### ACTIVITY
Nothing less than an exact copy of all the records is required.

[[ ENTRIES SHOWN, beginning ]]

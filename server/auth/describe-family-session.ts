import type { FamilySession } from '../../shared/contracts/family-session';
import { dayOf } from '../../shared/domain/zone';
import type { Context } from '../context';
import { select } from '../database/connection';
import { Problem } from '../http/problem';
import { siteOf } from '../sites/sites';
import type { Wording } from '../wording/render';
import { clinicForFamily, wordingFor } from './clinic-for-family';
import { familyStanding, reachOf } from './family-visitors';
import type { FamilyStanding } from './family-visitors';
import { builtLanguages } from '../../shared/languages/languages';

export interface OpenFamilySession {
  readonly familyMemberId: number;
  readonly isRemembered: boolean;
  /** Real clock, epoch milliseconds. */
  readonly freshUntil: number | null;
}

/** After the last arrival plus this, the morning's question is over. */
const afterArrivalMs = 2 * 3_600_000;

/** What the family's application learns about its own session. @throws Problem 401 when the member is gone. */
export async function describeFamilySession(
  context: Context,
  session: OpenFamilySession,
): Promise<FamilySession> {
  const member = await familyStanding(context.db, session.familyMemberId);
  if (!member) throw new Problem(401, 'not-signed-in', 'Open the link from the clinic again.');
  const reach = reachOf(member.standing, session.freshUntil);
  const wording = await wordingFor(context, member.language);
  return {
    reach,
    isRemembered: session.isRemembered,
    freshUntil:
      reach === 'fresh' && session.freshUntil !== null
        ? new Date(session.freshUntil).toISOString()
        : null,
    standing: member.standing,
    language: isBuilt(member.language) ? member.language : 'en',
    maySeeLetters: member.standing === 'guardian' && member.seesResults,
    codeGoesTo: codeGoesTo(member, wording),
    clinic: await clinicForFamily(context, member.siteId, member.language),
    now: new Date(context.clock.now()).toISOString(),
    opens: await whatOpens(context, member),
  };
}

/** Where a code would go, shortened so that a borrowed phone learns no address. */
export function codeGoesTo(
  member: Pick<FamilyStanding, 'phone' | 'email' | 'standing'>,
  wording: Wording | null,
): FamilySession['codeGoesTo'] {
  if (member.standing === 'helper') return [];
  const say = (channel: 'sms' | 'mail', address: string): string =>
    wording?.has(`code.goes-to.${channel}`)
      ? wording.text(`code.goes-to.${channel}`, { address })
      : address;
  return [
    ...(member.phone
      ? [{ channel: 'sms' as const, says: say('sms', `…${member.phone.slice(-4)}`) }]
      : []),
    ...(member.email
      ? [{ channel: 'mail' as const, says: say('mail', shortMail(member.email)) }]
      : []),
  ];
}

function shortMail(email: string): string {
  const [name = '', domain = ''] = email.split('@');
  return `${name.slice(0, 1)}…@${domain}`;
}

/** The morning question from the moment it is asked until two hours after arrival; else the home page. */
async function whatOpens(
  context: Context,
  member: FamilyStanding,
): Promise<FamilySession['opens']> {
  const now = context.clock.now();
  const site = await siteOf(context.db, member.siteId);
  const [row] = await select<{ id: number }>(
    context.db,
    `SELECT m.id FROM mornings m JOIN children c ON c.id = m.child_id
     WHERE c.household_id = :householdId AND m.planned_on = :today AND m.state = 'planned'
       AND m.arrival_at <= :askedUntil AND m.arrival_at > :overSince
     LIMIT 1`,
    {
      householdId: member.householdId,
      today: dayOf(now, site.zone),
      askedUntil: new Date(now + site.morningQuestionMinutesBefore * 60_000),
      overSince: new Date(now - afterArrivalMs),
    },
  );
  return row ? 'morning-question' : 'next-morning';
}

/** The pages come in the person's language, or in English with every text still held to its own sign-off. */
const isBuilt = (language: string): boolean => builtLanguages.some(({ id }) => id === language);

[[ ENTRIES SHOWN, end ]]

### OUTPUT BELOW
filename server/auth/describe-family-session.ts
import type { FamilySession } from '../../shared/contracts/family-session';
import { dayOf } from '../../shared/domain/zone';
import type { Context } from '../context';
import { select } from '../database/connection';
import { Problem } from '../http/problem';
import { siteOf } from '../sites/sites';
import type { Wording } from '../wording/render';
import { clinicForFamily, wordingFor } from './clinic-for-family';
import { familyStanding, reachOf } from './family-visitors';
import type { FamilyStanding } from './family-visitors';
import { builtLanguages } from '../../shared/languages/languages';

export interface OpenFamilySession {
  readonly familyMemberId: number;
  readonly isRemembered: boolean;
  /** Real clock, epoch milliseconds. */
  readonly freshUntil: number | null;
}

/** After the last arrival plus this, the morning's question is over. */
const afterArrivalMs = 2 * 3_600_000;

/** What the family's application learns about its own session. @throws Problem 401 when the member is gone. */
export async function describeFamilySession(
  context: Context,
  session: OpenFamilySession,
): Promise<FamilySession> {
  const member = await familyStanding(context.db, session.familyMemberId);
  if (!member) throw new Problem(401, 'not-signed-in', 'Open the link from the clinic again.');
  const reach = reachOf(member.standing, session.freshUntil);
  const wording = await wordingFor(context, member.language);
  return {
    reach,
    isRemembered: session.isRemembered,
    freshUntil:
      reach === 'fresh' && session.freshUntil !== null
        ? new Date(session.freshUntil).toISOString()
        : null,
    standing: member.standing,
    language: isBuilt(member.language) ? member.language : 'en',
    maySeeLetters: member.standing === 'guardian' && member.seesResults,
    codeGoesTo: codeGoesTo(member, wording),
    clinic: await clinicForFamily(context, member.siteId, member.language),
    now: new Date(context.clock.now()).toISOString(),
    opens: await whatOpens(context, member),
  };
}

/** Where a code would go, shortened so that a borrowed phone learns no address. */
export function codeGoesTo(
  member: Pick<FamilyStanding, 'phone' | 'email' | 'standing'>,
  wording: Wording | null,
): FamilySession['codeGoesTo'] {
  if (member.standing === 'helper') return [];
  const say = (channel: 'sms' | 'mail', address: string): string =>
    wording?.has(`code.goes-to.${channel}`)
      ? wording.text(`code.goes-to.${channel}`, { address })
      : address;
  return [
    ...(member.phone
      ? [{ channel: 'sms' as const, says: say('sms', `…${member.phone.slice(-4)}`) }]
      : []),
    ...(member.email
      ? [{ channel: 'mail' as const, says: say('mail', shortMail(member.email)) }]
      : []),
  ];
}

function shortMail(email: string): string {
  const [name = '', domain = ''] = email.split('@');
  return `${name.slice(0, 1)}…@${domain}`;
}

/** The morning question from the moment it is asked until two hours after arrival; else the home page. */
async function whatOpens(
  context: Context,
  member: FamilyStanding,
): Promise<FamilySession['opens']> {
  const now = context.clock.now();
  const site = await siteOf(context.db, member.siteId);
  const [row] = await select<{ id: number }>(
    context.db,
    `SELECT m.id FROM mornings m JOIN children c ON c.id = m.child_id
     WHERE c.household_id = :householdId AND m.planned_on = :today AND m.state = 'planned'
       AND m.arrival_at <= :askedUntil AND m.arrival_at > :overSince
     LIMIT 1`,
    {
      householdId: member.householdId,
      today: dayOf(now, site.zone),
      askedUntil: new Date(now + site.morningQuestionMinutesBefore * 60_000),
      overSince: new Date(now - afterArrivalMs),
    },
  );
  return row ? 'morning-question' : 'next-morning';
}

/** The pages come in the person's language, or in English with every text still held to its own sign-off. */
const isBuilt = (language: string): boolean => builtLanguages.some(({ id }) => id === language);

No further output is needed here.